§ EXERCISE DETAILS
Would you please restate all of the data exactly?
** Opening SOURCE INFORMATION block **
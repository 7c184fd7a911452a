/**
 * What passes between a model of binary decisions and a binary stage: how likely a 1 is, in 65536ths, 1 … 65 535. Never 0 or
 * 65536: a stage must be able to code either bit.
 */

/** All probabilities are parts of this. */
export const DECISION_TOTAL = 2 ** 16;

/** The encoder's side. */
export interface DecisionSink {
  /** @param ones  probability of a 1, 1 … 65 535 */
  put(bit: number, ones: number): void;
}

/** The decoder's side. */
export interface DecisionSource {
  /** The next bit, given how likely a 1 is. Throws CorruptStreamError when the bytes hold none. */
  take(ones: number): number;
}
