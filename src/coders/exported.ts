import type { Candidate } from './candidate.ts';
import type { ParameterValues } from './parameters.ts';

/** Keys of candidates whose steps around the coder have no exported form. */
const UNEXPORTED_KEYS = ['after', 'stored', 'tables_in_set'] as const;

/** Highest order of `arith` that is exported: tables beyond it belong into no flash. */
const MOST_EXPORTED_ORDER = 2;

const whyNotRange = (range: unknown): string | undefined =>
  String(range) === '32' ? undefined : 'only range=32 is exported, which fits 32-bit integers';

/** For each coder that can be exported with shipped tables: why one with these parameters cannot, or undefined. */
const EXPORTED: ReadonlyMap<string, (values: ParameterValues) => string | undefined> = new Map([
  ['huffman', () => undefined],
  ['block-huffman', () => undefined],
  ['rice', () => undefined],
  ['golomb', () => undefined],
  ['exp-golomb', () => undefined],
  [
    'arith',
    ({ order, range }: ParameterValues) => {
      if (Number(order) > MOST_EXPORTED_ORDER)
        return `only orders up to ${MOST_EXPORTED_ORDER} are exported`;
      return whyNotRange(range);
    },
  ],
  ['fields', ({ range }: ParameterValues) => whyNotRange(range)],
]);

/** Names of the coders that have an exported form. */
export const exportableCoders: readonly string[] = [...EXPORTED.keys()];

/** Why a candidate has no exported form, in half a sentence; undefined where it has one. */
export function whyNotExported({ declaration, values }: Candidate): string | undefined {
  const own = EXPORTED.get(declaration.name);
  if (own === undefined) return `${declaration.name} has no exported form yet`;
  const key = UNEXPORTED_KEYS.find((k) => values[k] !== undefined);
  return key === undefined ? own(values) : `a candidate with ${key}= has no exported form yet`;
}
** Closing SOURCE INFORMATION block **
§ ANSWER FOR THE TASK
repository 7c184fd7a911452a
/**
 * What passes between a model of binary decisions and a binary stage: how likely a 1 is, in 65536ths, 1 … 65 535. Never 0 or
 * 65536: a stage must be able to code either bit.
 */

/** All probabilities are parts of this. */
export const DECISION_TOTAL = 2 ** 16;

/** The encoder's side. */
export interface DecisionSink {
  /** @param ones  probability of a 1, 1 … 65 535 */
  put(bit: number, ones: number): void;
}

/** The decoder's side. */
export interface DecisionSource {
  /** The next bit, given how likely a 1 is. Throws CorruptStreamError when the bytes hold none. */
  take(ones: number): number;
}
filename src/coders/exported.ts
import type { Candidate } from './candidate.ts';
import type { ParameterValues } from './parameters.ts';

/** Keys of candidates whose steps around the coder have no exported form. */
const UNEXPORTED_KEYS = ['after', 'stored', 'tables_in_set'] as const;

/** Highest order of `arith` that is exported: tables beyond it belong into no flash. */
const MOST_EXPORTED_ORDER = 2;

const whyNotRange = (range: unknown): string | undefined =>
  String(range) === '32' ? undefined : 'only range=32 is exported, which fits 32-bit integers';

/** For each coder that can be exported with shipped tables: why one with these parameters cannot, or undefined. */
const EXPORTED: ReadonlyMap<string, (values: ParameterValues) => string | undefined> = new Map([
  ['huffman', () => undefined],
  ['block-huffman', () => undefined],
  ['rice', () => undefined],
  ['golomb', () => undefined],
  ['exp-golomb', () => undefined],
  [
    'arith',
    ({ order, range }: ParameterValues) => {
      if (Number(order) > MOST_EXPORTED_ORDER)
        return `only orders up to ${MOST_EXPORTED_ORDER} are exported`;
      return whyNotRange(range);
    },
  ],
  ['fields', ({ range }: ParameterValues) => whyNotRange(range)],
]);

/** Names of the coders that have an exported form. */
export const exportableCoders: readonly string[] = [...EXPORTED.keys()];

/** Why a candidate has no exported form, in half a sentence; undefined where it has one. */
export function whyNotExported({ declaration, values }: Candidate): string | undefined {
  const own = EXPORTED.get(declaration.name);
  if (own === undefined) return `${declaration.name} has no exported form yet`;
  const key = UNEXPORTED_KEYS.find((k) => values[k] !== undefined);
  return key === undefined ? own(values) : `a candidate with ${key}= has no exported form yet`;
}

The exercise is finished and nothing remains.